Aino Aalto (born Aino Marsio, 1894–1949) was an architect and designer who co-founded Artek, won the Milan Triennale with her pressed glass designs for Iittala, and practised architecture at the same level as her husband Alvar. That she is consistently less known than him reflects a historical imbalance in how collaborative partnerships are attributed — not a difference in the scale of her contribution.
Training and Early Career
Aino Marsio studied at the Helsinki University of Technology, graduating as an architect in 1920 — among a small number of women to complete architectural training in Finland in that era. She joined Alvar Aalto’s office in 1924 and married him the same year. Their personal and professional partnership was immediate and sustained: from the mid-1920s through to Aino’s death in 1949, the two worked together on architectural commissions, interior design and product design in a collaboration that makes individual attribution difficult and somewhat artificial.
Bölgebreis — A Glass Design That Won the Triennale
The Bölgebreis pressed glass series, designed by Aino Aalto for Iittala and launched in the early 1930s, is her most widely recognised independent contribution. The series — drinking glasses, bowls and serving pieces defined by a ribbed surface pattern that catches and refracts light — won gold medals at the Milan Triennales of 1936 and 1937. The ribbed pattern was not merely decorative: it strengthened the glass structure and gave the pieces a tactile quality that made them easier to hold. Bölgebreis remains in production at Iittala today, nearly ninety years after its introduction.

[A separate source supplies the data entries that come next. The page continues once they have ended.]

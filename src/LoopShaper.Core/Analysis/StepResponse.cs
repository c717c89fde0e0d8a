using System.Collections.Immutable;

namespace LoopShaper.Core.Analysis;

/// <summary>The response of a transfer function to a unit step, sampled exactly at equal time steps, with its figures.</summary>
/// <param name="TimeS">Sample times in seconds.</param>
/// <param name="Value">Output at each time.</param>
/// <param name="Metrics">Overshoot, settling and the rest.</param>
/// <param name="Delay">How a pure delay was treated.</param>
/// <param name="PadeOrder">Order of the Pade approximation when one was used.</param>
public sealed record StepResponse(ImmutableArray<double> TimeS, ImmutableArray<double> Value, StepMetrics Metrics, DelayTreatment Delay, int? PadeOrder);
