namespace LoopShaper.Core.Analysis;

/// <summary>
/// Figures of a step response. Overshoot and undershoot are in % of the final value; settling is the last entry into
/// a band of 2 % of the final value (or of the peak deviation when the final value is zero, as for a load step
/// on an integrating loop); rise time 10 % to 90 % of the final value. Null where a figure does not exist.
/// </summary>
/// <param name="FinalValue">The DC gain of the function (the analytic final value), or null when it is unbounded.</param>
/// <param name="PeakDeviation">The value of largest magnitude: the largest excursion from the level before the step, signed.</param>
/// <param name="PeakTimeS">Time of the peak deviation, seconds.</param>
/// <param name="OvershootPct">Largest excursion beyond the final value, % of |final|.</param>
/// <param name="UndershootPct">Largest excursion in the direction opposite to the final value, % of |final|.</param>
/// <param name="RiseTimeS">10 % to 90 % rise time, seconds.</param>
/// <param name="SettlingTimeS">2 % settling time, seconds, or null when the response has not settled within the simulated time.</param>
/// <param name="SettlingBand">Half-width of the settling band, in output units.</param>
public sealed record StepMetrics(
    double? FinalValue,
    double PeakDeviation,
    double PeakTimeS,
    double? OvershootPct,
    double? UndershootPct,
    double? RiseTimeS,
    double? SettlingTimeS,
    double SettlingBand);
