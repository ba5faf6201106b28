"""The encoded block format: big arrays as binary values, list-encoded blocks of earlier versions still read."""
from __future__ import annotations

import numpy as np
import pyarrow as pa
import pyarrow.parquet as pq

from spark_align.engine import ingest
from spark_align.kernels import ragged


def _block(rng):
    src_len, tgt_len = rng.integers(1, 9, 40), rng.integers(1, 9, 40)
    return ragged.build_block(ragged.offsets_from_lengths(src_len), rng.integers(1, 60, src_len.sum()).astype(np.int32),
                              ragged.offsets_from_lengths(tgt_len), rng.integers(1, 50, tgt_len.sum()).astype(np.int32))


def _same(a: ragged.Block, b: ragged.Block) -> None:
    for field in ("src_offsets", "src_ids", "tgt_offsets", "tgt_ids", "dict_keys", "grid_offsets", "grid"):
        np.testing.assert_array_equal(getattr(a, field), getattr(b, field))


def test_blocks_round_trip_through_parquet_in_both_formats(tmp_path):
    rng = np.random.default_rng(3)
    blocks = [_block(rng) for _ in range(3)]
    rows = [np.arange(40, dtype=np.int64) + 40 * i for i in range(3)]
    table = pa.Table.from_batches([ingest.block_batch(i, r, b) for i, (r, b) in enumerate(zip(rows, blocks))])
    assert table.schema.field("grid").type == pa.binary()
    # What earlier versions wrote: every array a list.
    old = table.set_column(6, "dict_keys", pa.array([b.dict_keys for b in blocks], pa.list_(pa.int64())))
    old = old.set_column(7, "grid", pa.array([b.grid for b in blocks], pa.list_(pa.int32())))
    for name, t in (("new", table), ("old", old)):
        pq.write_table(t, tmp_path / f"{name}.parquet", row_group_size=2)
        got = [x for batch in pq.ParquetFile(tmp_path / f"{name}.parquet").iter_batches(batch_size=2)
               for x in ingest.blocks_from_batch(batch)]
        assert [g[0] for g in got] == [0, 1, 2]
        for (_, r, b), want_rows, want in zip(got, rows, blocks):
            np.testing.assert_array_equal(r, want_rows)
            _same(b, want)
            assert b.grid.dtype == np.int32 and b.dict_keys.dtype == np.int64
        entries = pa.Table.from_batches(list(ingest.dict_entries(pq.read_table(tmp_path / f"{name}.parquet")
                                                                 .to_batches())))
        np.testing.assert_array_equal(entries.column("key").to_numpy(), np.concatenate([b.dict_keys for b in blocks]))
        np.testing.assert_array_equal(entries.column("idx").to_numpy(),
                                      np.concatenate([np.arange(len(b.dict_keys)) for b in blocks]))
    # The binary form is the smaller and needs no list levels.
    assert (tmp_path / "new.parquet").stat().st_size < (tmp_path / "old.parquet").stat().st_size
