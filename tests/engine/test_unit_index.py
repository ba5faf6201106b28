"""Stored unit indexes (engine.unit_index): the join E-step gives the same counts with or without them,
and ignores one that is damaged or does not fit its blocks."""
from __future__ import annotations

import zlib

import fsspec
import numpy as np
import pyarrow as pa
import pyarrow.parquet as pq
import pytest

from spark_align.engine import ingest, shipping, unit_index
from spark_align.engine.estep import SCALAR
from spark_align.kernels import counts, lookup, ragged
from spark_align.models.ibm1 import IBM1
from tests.engine.helpers import routed_records

DIRECTIONS = ("forward", "reverse")


def _block(rng, n_pairs=30):
    src_len, tgt_len = rng.integers(1, 9, n_pairs), rng.integers(1, 9, n_pairs)
    return ragged.build_block(ragged.offsets_from_lengths(src_len), rng.integers(1, 40, src_len.sum()).astype(np.int32),
                              ragged.offsets_from_lengths(tgt_len), rng.integers(1, 35, tgt_len.sum()).astype(np.int32))


def test_index_encodes_what_the_blocks_give_and_refuses_damage():
    rng = np.random.default_rng(1)
    dictionaries = [_block(rng).dict_keys for _ in range(3)]
    index = unit_index.build(dictionaries, 5)
    keys = np.unique(np.concatenate(dictionaries))
    np.testing.assert_array_equal(index.keys, keys)
    np.testing.assert_array_equal(index.positions, np.concatenate([lookup.positions(keys, k)[0] for k in dictionaries]))
    np.testing.assert_array_equal(index.keys[index.positions], np.concatenate(dictionaries))
    for d in (0, 1):
        for got, want in zip(index.order(d, 5), shipping.bucket_order(keys, d, 5)):
            np.testing.assert_array_equal(got, want)
        for got, want in zip(index.order(d, 3), shipping.bucket_order(keys, d, 3)):  # other buckets: worked out
            np.testing.assert_array_equal(got, want)
    data = unit_index.encode(index)
    back = unit_index.decode(data)
    np.testing.assert_array_equal(back.keys, index.keys)
    np.testing.assert_array_equal(back.positions, index.positions)
    assert back.n_buckets == 5 and back.fits([len(k) for k in dictionaries])
    assert not back.fits([len(k) for k in dictionaries[:2]])
    flipped = bytearray(data)
    flipped[40] ^= 1
    for bad, match in ((bytes(flipped), "CRC-32"), (data[:-9], "truncated"), (b"x" * 64, "not a unit index")):
        with pytest.raises(ValueError, match=match):
            unit_index.decode(bad)


def test_join_estep_counts_the_same_with_a_stored_index_and_ignores_a_bad_one(tmp_path):
    rng = np.random.default_rng(7)
    blocks = [_block(rng) for _ in range(4)]
    table = pa.Table.from_batches([ingest.block_batch(i, np.arange(30, dtype=np.int64) + 30 * i, b)
                                   for i, b in enumerate(blocks)])
    path = str(tmp_path / "blocks" / "part-00000.parquet")
    (tmp_path / "blocks").mkdir()
    pq.write_table(table, path, row_group_size=2)  # two units of two blocks
    units = [(path, 0), (path, 1)]
    unit_keys = {u: np.unique(np.concatenate([b.dict_keys for b in blocks[2 * u:2 * u + 2]])) for u in range(2)}
    entries = {}
    for d in (0, 1):
        keys = np.unique(np.concatenate(list(unit_keys.values())))
        keys = keys[(keys >> 32 != 0) if d == 1 else (keys & 0xFFFFFFFF) != 0]  # the NULL side's keys are not kept
        keys = keys[rng.random(len(keys)) < 0.9]  # and some pairs missing: the floor is taken there
        entries[d] = (keys, rng.uniform(0.01, 1.0, len(keys)))
    routed = routed_records(tmp_path, unit_keys, entries, n_buckets=3)
    model = IBM1()
    dense = {d: model.init_dense(None) for d in DIRECTIONS}
    index_root = str(tmp_path / "unit_index")

    def run(index_url):
        estep = shipping.make_join_estep(model, DIRECTIONS, dense, blocks_url=str(tmp_path / "blocks"), units=units,
                                         n_tasks=1, n_buckets=3, index_url=index_url)
        buffer = counts.CountBuffer()
        for _bucket, data in estep(0, iter((u, r) for u in sorted(routed) for r in routed[u])):
            buffer.add_payload(data)
        keys, hi, lo = buffer.result()
        dirs, src, tgt = counts.split_keys(keys)
        timing = (src == SCALAR) & (tgt != 0) & (tgt != 2)  # seconds differ from run to run
        assert np.any(src >= 0)
        return [a[~timing].tolist() for a in (keys, hi, lo)]

    want = run(None)
    first = run(index_root)  # works the indexes out and stores them
    files = sorted(fsspec.filesystem("file").ls(index_root))
    assert len(files) == 2 and all(f.endswith((".rg00000", ".rg00001")) for f in files)
    second = run(index_root)  # reads them
    assert first == want and second == want
    # a damaged file and one of other blocks are ignored (and stored again)
    with open(files[0], "r+b") as fh:
        fh.seek(50)
        byte = fh.read(1)
        fh.seek(50)
        fh.write(bytes([byte[0] ^ 1]))
    other = unit_index.build([blocks[0].dict_keys], 3)
    with open(files[1], "wb") as fh:
        fh.write(unit_index.encode(other))
    assert run(index_root) == want
    assert unit_index.read(fsspec.filesystem("file"), index_root, path, 1).fits([blocks[2].n_dict, blocks[3].n_dict])


def test_a_cache_file_is_written_whole_or_not_at_all(tmp_path):
    # store.CacheWriter: moved into place on commit; a failed write or a discard leaves nothing behind
    from spark_align.store import CacheWriter

    fs = fsspec.filesystem("file")
    whole = CacheWriter(fs, str(tmp_path / "c" / "whole.bin"))
    whole.write(b"abc")
    whole.write(b"de")
    assert (whole.size, whole.crc) == (5, zlib.crc32(b"abcde"))
    whole.commit()
    assert (tmp_path / "c" / "whole.bin").read_bytes() == b"abcde"

    class Failing:
        def write(self, _data):
            raise OSError("disk full")

        def close(self):
            pass

    broken = CacheWriter(fs, str(tmp_path / "c" / "broken.bin"))
    broken.write(b"abc")
    broken.fh.close()
    broken.fh = Failing()
    broken.write(b"de")  # lost: no error, and nothing later is written
    broken.commit()
    dropped = CacheWriter(fs, str(tmp_path / "c" / "dropped.bin"))
    dropped.write(b"abc")
    dropped.discard()
    assert sorted(p.name for p in (tmp_path / "c").iterdir()) == ["whole.bin"]
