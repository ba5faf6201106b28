"""End-to-end training in local mode: the main job against NLTK and against itself."""
from __future__ import annotations

import dataclasses

import json
import os

import numpy as np
import pyarrow as pa
import pytest

from spark_align.config import CorpusConfig
from spark_align.engine.run import train
from spark_align.store import RunStore
from tests.engine.helpers import (TOY_SOURCE, TOY_TARGET, config, manifest, read_output, read_table,
                                  write_text)

pytestmark = pytest.mark.spark


def vocab_words(run_dir, side):
    import pyarrow.parquet as pq

    t = pq.read_table(os.path.join(run_dir, "vocab", side))
    return {i: w for w, i in zip(t.column("word").to_pylist(), t.column("id").to_pylist())}


def test_model1_matches_nltk_ibm1(spark, tmp_path):
    """The Spark job's t(target | source) equals nltk.translate.IBMModel1 after 4 iterations (to 1e-9)."""
    from nltk.translate import AlignedSent, IBMModel1

    src = TOY_SOURCE + ["ein buch ist klein", "das buch ist gross"]
    tgt = TOY_TARGET + ["a book is small", "the book is big"]
    s, t = write_text(tmp_path, src, tgt)
    run_dir = str(tmp_path / "run")
    train(spark, config(CorpusConfig(source_text=s, target_text=t), "ibm1:4", directions="forward"), run_dir,
          log=lambda _: None)

    nltk_model = IBMModel1([AlignedSent(b.split(), a.split()) for a, b in zip(src, tgt)], 4)
    table = read_table(run_dir, "00-ibm1", 4).to_pydict()
    sw, tw = vocab_words(run_dir, "source"), vocab_words(run_dir, "target")
    compared = 0
    for d, si, ti, p in zip(table["dir"], table["src"], table["tgt"], table["prob"]):
        assert d == 0
        expected = nltk_model.translation_table[tw[ti]][None if si == 0 else sw[si]]
        assert p == pytest.approx(expected, rel=1e-9, abs=1e-15)
        compared += 1
    # every co-occurring (source incl. NULL, target) pair is in the table, and only those
    n_cooc = len({(a, b) for x, y in zip(src, tgt) for a in [None, *x.split()] for b in y.split()})
    assert compared == n_cooc


def test_output_keeps_every_row_and_links_are_in_range(spark, tmp_path):
    src = TOY_SOURCE * 3 + ["", "x " * 150, "a b c d e f g h i j", "solo"]
    tgt = TOY_TARGET * 3 + ["nothing here", "y", "a", "   "]
    s, t = write_text(tmp_path, src, tgt)
    run_dir = str(tmp_path / "run")
    lines = []
    train(spark, config(CorpusConfig(source_text=s, target_text=t, max_ratio=5), "ibm1:2", directions="forward"),
          run_dir, log=lines.append)
    out = read_output(run_dir)
    assert out.num_rows == len(src)
    assert out.column("line").to_pylist() == list(range(1, len(src) + 1))
    assert out.column("source").to_pylist() == src
    reasons = out.column("skip_reason").to_pylist()
    assert reasons[-4:] == ["empty_source", "too_long", "length_ratio", "empty_target"]
    assert all(r is None for r in reasons[:-4])
    for row in out.to_pylist():
        if row["skip_reason"] is not None:
            assert row["alignment"] is None
            continue
        l, m = len(row["source"].split()), len(row["target"].split())
        for link in row["alignment"]:
            assert 0 <= link["source"] < l and 0 <= link["target"] < m
            assert 0.0 < link["posterior"] <= 1.0
        # forward Viterbi: at most one link per target word
        targets = [link["target"] for link in row["alignment"]]
        assert len(targets) == len(set(targets))
    summary = json.load(open(os.path.join(run_dir, "output.json")))
    assert summary["rows"] == len(src) and summary["skipped"] == 4
    assert any("skipped: empty_source 1, empty_target 1, length_ratio 1, too_long 1" in x for x in lines)


def test_progress_lines_manifests_and_loglik_never_decreases(spark, tmp_path):
    s, t = write_text(tmp_path, TOY_SOURCE * 4, TOY_TARGET * 4)
    run_dir = str(tmp_path / "run")
    lines = []
    train(spark, config(CorpusConfig(source_text=s, target_text=t), "ibm1:5"), run_dir, log=lines.append)
    progress = [x for x in lines if x.startswith("[stage")]
    assert len(progress) == 5
    assert "loglik/word" in progress[0] and "ppl" in progress[0] and "4 iteration(s) left" in progress[0]
    logliks = []
    for it in range(1, 6):
        m = manifest(run_dir, "00-ibm1", it)
        assert m["iteration"] == it and m["stage"] == "ibm1"
        assert m["corpus_fingerprint"].startswith("text-sha256:")
        assert m["config"]["stages"][0] == {"model": "ibm1", "n_iter": 5, "options": {}}
        # the reducers' checksums of what they wrote are those of the files as stored
        rel = RunStore.checkpoint_dir(0, "ibm1", it)
        assert m["table"]["crc32"] == RunStore(run_dir).checksums(rel, "lex") and len(m["table"]["crc32"]) >= 1
        logliks.append(m["metrics"]["forward"]["loglik"])
        assert m["metrics"]["forward"]["perplexity"] == pytest.approx(
            np.exp(-m["metrics"]["forward"]["loglik_per_word"]))
    assert all(b >= a - 1e-9 for a, b in zip(logliks, logliks[1:])), logliks


def test_resume_gives_the_same_tables_as_an_uninterrupted_run(spark, tmp_path):
    s, t = write_text(tmp_path, TOY_SOURCE * 3, TOY_TARGET * 3)
    corpus = CorpusConfig(source_text=s, target_text=t)
    straight, resumed = str(tmp_path / "straight"), str(tmp_path / "resumed")
    train(spark, config(corpus, "ibm1:4", directions="both"), straight, log=lambda _: None)
    train(spark, config(corpus, "ibm1:2", directions="both"), resumed, log=lambda _: None)
    lines = []
    train(spark, config(corpus, "ibm1:4", directions="both"), resumed, resume=True, log=lines.append)
    assert any("resuming after checkpoint ibm1:2" in x for x in lines)
    assert sum(x.startswith("[stage") for x in lines) == 2
    assert read_table(straight, "00-ibm1", 4).equals(read_table(resumed, "00-ibm1", 4))
    a, b = read_output(straight), read_output(resumed)
    assert a.column("alignment").equals(b.column("alignment"))


def test_stored_lookup_hints_are_checked_and_never_change_results(spark, tmp_path):
    from spark_align.kernels import lookup

    s, t = write_text(tmp_path, TOY_SOURCE * 3, TOY_TARGET * 3)
    corpus = CorpusConfig(source_text=s, target_text=t)
    straight, resumed = str(tmp_path / "straight"), str(tmp_path / "resumed")
    train(spark, config(corpus, "ibm1:4", directions="both"), straight, log=lambda _: None)

    def shares(run_dir, iteration):
        m = manifest(run_dir, "00-ibm1", iteration)["metrics"]
        assert all(m[d]["lookup_keys"] > 0 for d in ("forward", "reverse"))
        return {d: (m[d]["lookup_keys_searched"] / m[d]["lookup_keys"], m[d]["lookup_keys_trusted"] / m[d]["lookup_keys"])
                for d in ("forward", "reverse")}

    # Iteration 1 has the constant table; 2 searches every key and stores the hints with the table's keys
    # id; 3 and 4 have the same keys, so they take the stored positions as they are (no search, no check).
    assert shares(straight, 2) == {"forward": (1.0, 0.0), "reverse": (1.0, 0.0)}
    assert shares(straight, 3) == shares(straight, 4) == {"forward": (0.0, 1.0), "reverse": (0.0, 1.0)}

    train(spark, config(corpus, "ibm1:2", directions="both"), resumed, log=lambda _: None)
    hints_dir = os.path.join(resumed, "encoded", "hints")
    (fwd,), (rev,) = (sorted(os.listdir(os.path.join(hints_dir, d))) for d in ("forward", "reverse"))
    with open(os.path.join(hints_dir, "forward", fwd), "rb+") as fh:
        data = bytearray(fh.read())
        data[len(data) // 2] ^= 1                                # damaged: the CRC-32 refuses it, searched afresh
        fh.seek(0)
        fh.write(bytes(data))
    with open(os.path.join(hints_dir, "reverse", rev), "rb+") as fh:
        stored = lookup.decode_hints(fh.read())
        points = stored.points.copy()
        points[::2] += 1                                         # half of them wrong, not marked exact:
        fh.seek(0)                                               # checked, so the wrong half is found out
        fh.write(lookup.encode_hints(lookup.StoredHints(points, stored.found, stored.keys_id, exact=False)))
        fh.truncate()
    train(spark, config(corpus, "ibm1:4", directions="both"), resumed, resume=True, log=lambda _: None)
    assert read_table(straight, "00-ibm1", 4).equals(read_table(resumed, "00-ibm1", 4))
    third = shares(resumed, 3)
    assert third["forward"] == (1.0, 0.0)
    assert third["reverse"][0] == pytest.approx(0.5, abs=0.01) and third["reverse"][1] == 0.0
    assert shares(resumed, 4) == {"forward": (0.0, 1.0), "reverse": (0.0, 1.0)}  # stored again by iteration 3
    a, b = read_output(straight), read_output(resumed)
    assert a.column("alignment").equals(b.column("alignment"))

    # The output pass's decoder gives the same rows with right, wrong or no hints.
    import fsspec

    from spark_align.engine import hints, mstep, output, tables
    from spark_align.models.ibm1 import IBM1
    from spark_align.store import RunStore

    store = RunStore(straight)
    (path, row_group), = mstep.block_units(store)
    lex = os.path.join(straight, "checkpoints", "00-ibm1", "iter-0004", "lex")
    n_src, n_tgt = (len(vocab_words(straight, side)) + 1 for side in ("source", "target"))
    source = tables.table_source(lex, ("forward", "reverse"), n_src, n_tgt)
    model = IBM1()
    decode = output.make_decoder(model, ("forward", "reverse"), source, {d: model.init_dense(None) for d in
                                 ("forward", "reverse")}, method="viterbi", threshold=0.5,
                                 symmetrization="grow-diag-final-and")
    fs = fsspec.filesystem("file")
    right = {d: hints.read(fs, os.path.join(straight, "encoded", "hints"), d, path, row_group)
             for d in ("forward", "reverse")}
    assert all(h is not None for h in right.values())
    wrong = {d: dataclasses.replace(h, points=h.points[::-1].copy()) for d, h in right.items()}
    runs = [pa.Table.from_batches(list(decode(mstep.read_unit(fs, path, row_group), h)))
            for h in (None, right, wrong)]
    assert runs[0].num_rows > 0 and runs[0].equals(runs[1]) and runs[0].equals(runs[2])
    # A row group decoded with its stored positions taken as they are (neither the dictionary keys read
    # nor each key checked), with wrong ones marked exact (found out, then searched), and without.
    from spark_align.engine.estep import hints_exact_for

    assert all(hints_exact_for(right[d], source.value[d]) for d in right)
    wrong_exact = {d: dataclasses.replace(h, exact=True) for d, h in wrong.items()}
    for h in (right, wrong_exact, {}):
        got = pa.Table.from_batches(list(decode.unit(fs, path, row_group, h)))
        assert got.equals(runs[0])


def test_parquet_corpus_with_id_and_renamed_columns(spark, tmp_path):
    import pyarrow.parquet as pq

    table = pa.table({"doc": [f"d{i}" for i in range(15)], "de": TOY_SOURCE * 3, "en": TOY_TARGET * 3,
                      "extra": list(range(15))})
    pq.write_table(table, tmp_path / "c.parquet")
    run_dir = str(tmp_path / "run")
    train(spark, config(CorpusConfig(path=str(tmp_path / "c.parquet"), source_column="de", target_column="en",
                                     id_column="doc"), "ibm1:2"), run_dir, log=lambda _: None)
    out = read_output(run_dir)
    assert out.column("doc").to_pylist() == table.column("doc").to_pylist()
    assert out.column("extra").to_pylist() == list(range(15))
    assert out.column("alignment").null_count == 0


def test_random_init_is_seeded(spark, tmp_path):
    s, t = write_text(tmp_path, TOY_SOURCE * 2, TOY_TARGET * 2)
    corpus = CorpusConfig(source_text=s, target_text=t)
    runs = []
    for name, seed in (("a", 3), ("b", 3), ("c", 4)):
        run_dir = str(tmp_path / name)
        train(spark, config(corpus, "ibm1:1", init="random", seed=seed), run_dir, log=lambda _: None)
        runs.append(read_table(run_dir, "00-ibm1", 0))
    assert runs[0].equals(runs[1])
    assert not runs[0].equals(runs[2])
    # The random table is Spark's, not in the reducers' buckets: the join path sends it to its lookups
    # by bucket first, and the iteration from it is the broadcast path's, bit for bit.
    joined = str(tmp_path / "a-join")
    train(spark, config(corpus, "ibm1:1", init="random", seed=3, shipping="join"), joined, log=lambda _: None)
    assert read_table(joined, "00-ibm1", 1).equals(read_table(str(tmp_path / "a"), "00-ibm1", 1))
    assert manifest(joined, "00-ibm1", 1)["metrics"]["forward"]["shipping"] == "join"
    probs = runs[0].to_pydict()
    totals = {}
    for d, s_id, t_id, p in zip(probs["dir"], probs["src"], probs["tgt"], probs["prob"]):
        key = (d, s_id if d == 0 else t_id)  # normalised per conditioning word of each direction
        totals[key] = totals.get(key, 0.0) + p
    assert {d for d, _ in totals} == {0, 1}
    assert all(v == pytest.approx(1.0) for v in totals.values())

Artek — A Company Built Together
In 1935, Aino and Alvar Aalto co-founded Artek with Maire Gullichsen and Nils-Gustav Hahl. The company was conceived simultaneously as a manufacturer, retailer and cultural institution — a place that would sell well-designed furniture and objects while also hosting exhibitions and promoting modern design education. Aino served as Artek’s managing director from its founding until her death, taking primary responsibility for the company’s day-to-day operations, commercial relationships and interior design commissions. Her practical leadership was foundational to Artek’s survival through the difficult years of the late 1930s and the Second World War.
Architectural Practice
Aino Aalto’s architectural contribution is the most difficult to separate from her husband’s, given the integrated nature of their practice. She worked on the Villa Mairea, the Finnish Pavilion for the 1937 Paris World’s Fair and numerous residential and interior commissions. Archival research in recent decades has established that her role extended beyond project management into design authorship — though the precise attribution of specific decisions remains contested. What is clear is that the Aalto office produced its work as a collaborative enterprise in which Aino’s architectural judgement was central.
Interior Design and the Domestic Scale
Aino Aalto had a particular interest in interior design and the design of domestic environments. Her work in this area — the specification of furniture, textiles, lighting and objects for residential and hospitality interiors — demonstrated an ability to compose spaces that felt unified without feeling designed. Her interiors typically mixed Artek furniture with pieces selected from other sources, an approach that reflected the same antihierarchical sensibility visible in Josef Frank’s domestic philosophy.
Legacy
Aino Aalto died in Helsinki in 1949, aged 54. Her death preceded by decades the period in which design historians began to pay systematic attention to the contributions of women designers who had worked alongside more publicly celebrated male partners. The Bölgebreis series ensures that her work remains visible in a very direct sense — it is in daily use in homes and restaurants across the world. Her role at Artek has been more fully documented in recent years, and the company’s current owners have made efforts to acknowledge her foundational contribution.